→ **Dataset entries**

>>>>

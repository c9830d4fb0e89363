import { DieShopsQuery, OpenRequestsQuery } from '@kerfmark/contracts';
import { Router, type RequestHandler } from 'express';
import { parse } from '../lib/parse';
import { allow } from '../middleware/allow';
import type { Services } from '../services';

/** The die shops' side: open requests to bid on; and the printers' list of shops to invite. */
export function openRequestRoutes(services: Services, requireAuth: RequestHandler): Router {
  const router = Router();
  // The board is reloaded many times a day: a reload that finds nothing new is a 304, answered
  // from one aggregate query without reading the rows (the browser revalidates: no-cache).
  router.get('/open-requests', requireAuth, allow({ kind: 'die_shop' }), async (req, res) => {
    const q = parse(OpenRequestsQuery, req.query);
    const { tag, total } = await services.requests.boardVersion(req.user!, q);
    res.set('ETag', tag).set('Cache-Control', 'private, no-cache').set('Vary', 'Authorization');
    if (req.fresh) {
      res.status(304).end();
      return;
    }
    res.json(await services.requests.openRequests(req.user!, q, total));
  });

  router.get('/die-shops', requireAuth, allow({ kind: 'printer' }), async (req, res) => {
    res.json(await services.requests.dieShops(req.user!, parse(DieShopsQuery, req.query)));
  });

  return router;
}
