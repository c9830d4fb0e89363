import { DieShopsQuery, OpenRequestsQuery } from '@kerfmark/contracts';
import { Router, type RequestHandler } from 'express';
import { parse } from '../lib/parse';
import { allow } from '../middleware/allow';
import type { Services } from '../services';

/** The die shops' side: open requests to bid on; and the printers' list of shops to invite. */
export function openRequestRoutes(services: Services, requireAuth: RequestHandler): Router {
  const router = Router();
  // The board is reloaded many times a day: a reload that sends its tag and finds nothing new is
  // a 304, answered from one aggregate query without reading the rows (the browser revalidates:
  // no-cache). Otherwise the page and its tag come from one query.
  router.get('/open-requests', requireAuth, allow({ kind: 'die_shop' }), async (req, res) => {
    const q = parse(OpenRequestsQuery, req.query);
    res.set('Cache-Control', 'private, no-cache').set('Vary', 'Authorization');
    if (req.get('If-None-Match')) {
      res.set('ETag', await services.requests.boardVersion(req.user!, q));
      if (req.fresh) {
        res.status(304).end();
        return;
      }
    }
    const { page, tag } = await services.requests.openRequests(req.user!, q);
    res.set('ETag', tag).json(page);
  });

  router.get('/die-shops', requireAuth, allow({ kind: 'printer' }), async (req, res) => {
    res.json(await services.requests.dieShops(req.user!, parse(DieShopsQuery, req.query)));
  });

  return router;
}
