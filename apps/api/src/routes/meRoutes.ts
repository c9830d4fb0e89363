import { Router, type RequestHandler } from 'express';
import type { Services } from '../services';

export function meRoutes(services: Services, requireAuth: RequestHandler): Router {
  const router = Router();
  router.get('/', requireAuth, async (req, res) => {
    res.json(await services.auth.me(req.user!));
  });
  return router;
}
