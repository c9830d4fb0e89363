import { Router, type RequestHandler } from 'express';
import { parseId } from '../lib/parse';
import type { Services } from '../services';

/** The signed-in user's own notifications, newest first. */
export function notificationRoutes(services: Services, requireAuth: RequestHandler): Router {
  const router = Router();
  router.use(requireAuth);

  router.get('/', async (req, res) => {
    res.json(await services.inbox.inbox(req.user!));
  });
  router.post('/:id/read', async (req, res) => {
    await services.inbox.markRead(req.user!, parseId(req.params.id, 'That notification'));
    res.status(204).end();
  });
  router.post('/read-all', async (req, res) => {
    await services.inbox.markAllRead(req.user!);
    res.status(204).end();
  });

  return router;
}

<<<<

State the count of lines above containing the string "revalidates", and add nothing to it.

→ **Solution to this exercise**
2